[MATERIALS PROVIDED]

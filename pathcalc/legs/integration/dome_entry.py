"""Where a curve solved as if there were one phase enters the dome.

A state of pressure p and volume v lies inside the dome where v is between the saturated volumes at p. The
saturated volumes are read off the table of the saturation line, and solved for where the table cannot decide.
"""

from __future__ import annotations

from dataclasses import dataclass

import numpy as np
from numpy.typing import NDArray

from pathcalc.equations.contract import Array, Model
from pathcalc.equilibrium.saturation import NEAR_CRITICAL, saturation_at_p
from pathcalc.legs.integration.families import Lanes
from pathcalc.legs.integration.polytropic_efficiency import Solution
from pathcalc.legs.integration.quadrature import NODES
from pathcalc.legs.integration.saturation_line import SaturationLine

_DOUBT = 0.02
"""Relative distance from a tabled volume within which the volume itself is solved for."""
_NEAR = 0.9
"""Above this part of the critical pressure the table is not trusted."""


@dataclass(frozen=True)
class Entry:
    """Bracket of ln p in which each lane enters (NaN: it does not), from which side, and lanes lost before any."""

    low: Array
    high: Array
    liquid: NDArray[np.bool_]
    lost: NDArray[np.bool_]


def first_entry(model: Model, line: SaturationLine | None, solution: Solution) -> Entry:
    """The first entry of every lane of ``solution`` (unknowns T and v along ln p); none without a ``line``."""
    panels, lanes = solution.values.shape[1], solution.y_a.size
    if line is None:
        none = np.full(lanes, np.nan)
        return Entry(none, none, np.zeros(lanes, dtype=bool), np.zeros(lanes, dtype=bool))
    width = (solution.y_b - solution.y_a) / panels
    y = (solution.y_a + width * (np.arange(panels)[:, None, None] + NODES[:, None])).reshape(-1, lanes)
    v = solution.values[1].reshape(-1, lanes)
    y, v = np.vstack([y, solution.y_b]), np.vstack([v, solution.last[1]])
    with np.errstate(invalid="ignore", divide="ignore", over="ignore"):
        v_l, v_v = _boundary(model, line, y, v)
        inside = (v > v_l) & (v < v_v)
    broken = ~(np.isfinite(v) & (v > 0.0))
    rows = y.shape[0]
    first_inside = np.where(inside.any(axis=0), inside.argmax(axis=0), rows)
    first_broken = np.where(broken.any(axis=0), broken.argmax(axis=0), rows)
    enters = (first_inside < first_broken) & (first_inside < rows)
    lost = ~enters & ((first_broken < rows) | ~solution.converged)
    column = np.arange(lanes)
    at = np.minimum(first_inside, rows - 1)
    before = np.where(at > 0, y[np.maximum(at - 1, 0), column], solution.y_a)
    edge = np.log(model.p_c * (1.0 - 1e-6))
    low = np.where(before > edge, np.maximum(edge, y[at, column]), before)
    with np.errstate(invalid="ignore"):
        liquid = v[at, column] - v_l[at, column] < v_v[at, column] - v[at, column]
        v_before = np.where(at > 0, v[np.maximum(at - 1, 0), column], solution.first_volume)
        liquid = np.where(before > edge, liquid, v_before < model.v_c)
    return Entry(np.where(enters, low, np.nan), np.where(enters, y[at, column], np.nan), enters & liquid, lost)


def _boundary(model: Model, line: SaturationLine, y: Array, v: Array) -> tuple[Array, Array]:
    """Saturated volumes at pressures exp(y); NaN above the critical pressure and below the triple point."""
    log_p = np.log(line.vapour.p)
    v_l, v_v = (
        np.exp(np.interp(y, log_p, np.log(side.v), left=np.nan, right=np.nan)) for side in (line.liquid, line.vapour)
    )
    p = np.exp(y)
    doubt = (np.abs(v / v_l - 1.0) < _DOUBT) | (np.abs(v / v_v - 1.0) < _DOUBT) | (p > _NEAR * model.p_c)
    doubt &= np.isfinite(v_l) & (p < model.p_c * (1.0 - 2.0 * NEAR_CRITICAL)) & (v > 0.0)
    if doubt.any():
        sat = saturation_at_p(model, p[doubt])
        v_l[doubt], v_v[doubt] = sat.v_liquid, sat.v_vapour
    return v_l, v_v


def beyond_boundary(model: Model, solution: Solution, y: Array, liquid: NDArray[np.bool_], lanes: Lanes) -> Array:
    """How far the curve at ``y`` = ln p lies beyond the saturated volume of its side: ln of the ratio."""
    v = solution.at(y[None, :], lanes)[1, 0]
    sat = saturation_at_p(model, np.exp(y))
    with np.errstate(invalid="ignore", divide="ignore"):
        beyond = np.where(liquid, np.log(v / sat.v_liquid), np.log(sat.v_vapour / v))
    return np.where(sat.reason == 0, beyond, np.nan)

[/MATERIALS PROVIDED]

Repeat only the lines starting at the one that contains "v_l[doubt], v_v[doubt] = sat.v_liquid, sat.v_vapour" and ending at the last line above, exactly as written.

> **RESPONSE TO THIS EXERCISE**:
        v_l[doubt], v_v[doubt] = sat.v_liquid, sat.v_vapour
    return v_l, v_v


def beyond_boundary(model: Model, solution: Solution, y: Array, liquid: NDArray[np.bool_], lanes: Lanes) -> Array:
    """How far the curve at ``y`` = ln p lies beyond the saturated volume of its side: ln of the ratio."""
    v = solution.at(y[None, :], lanes)[1, 0]
    sat = saturation_at_p(model, np.exp(y))
    with np.errstate(invalid="ignore", divide="ignore"):
        beyond = np.where(liquid, np.log(v / sat.v_liquid), np.log(sat.v_vapour / v))
    return np.where(sat.reason == 0, beyond, np.nan)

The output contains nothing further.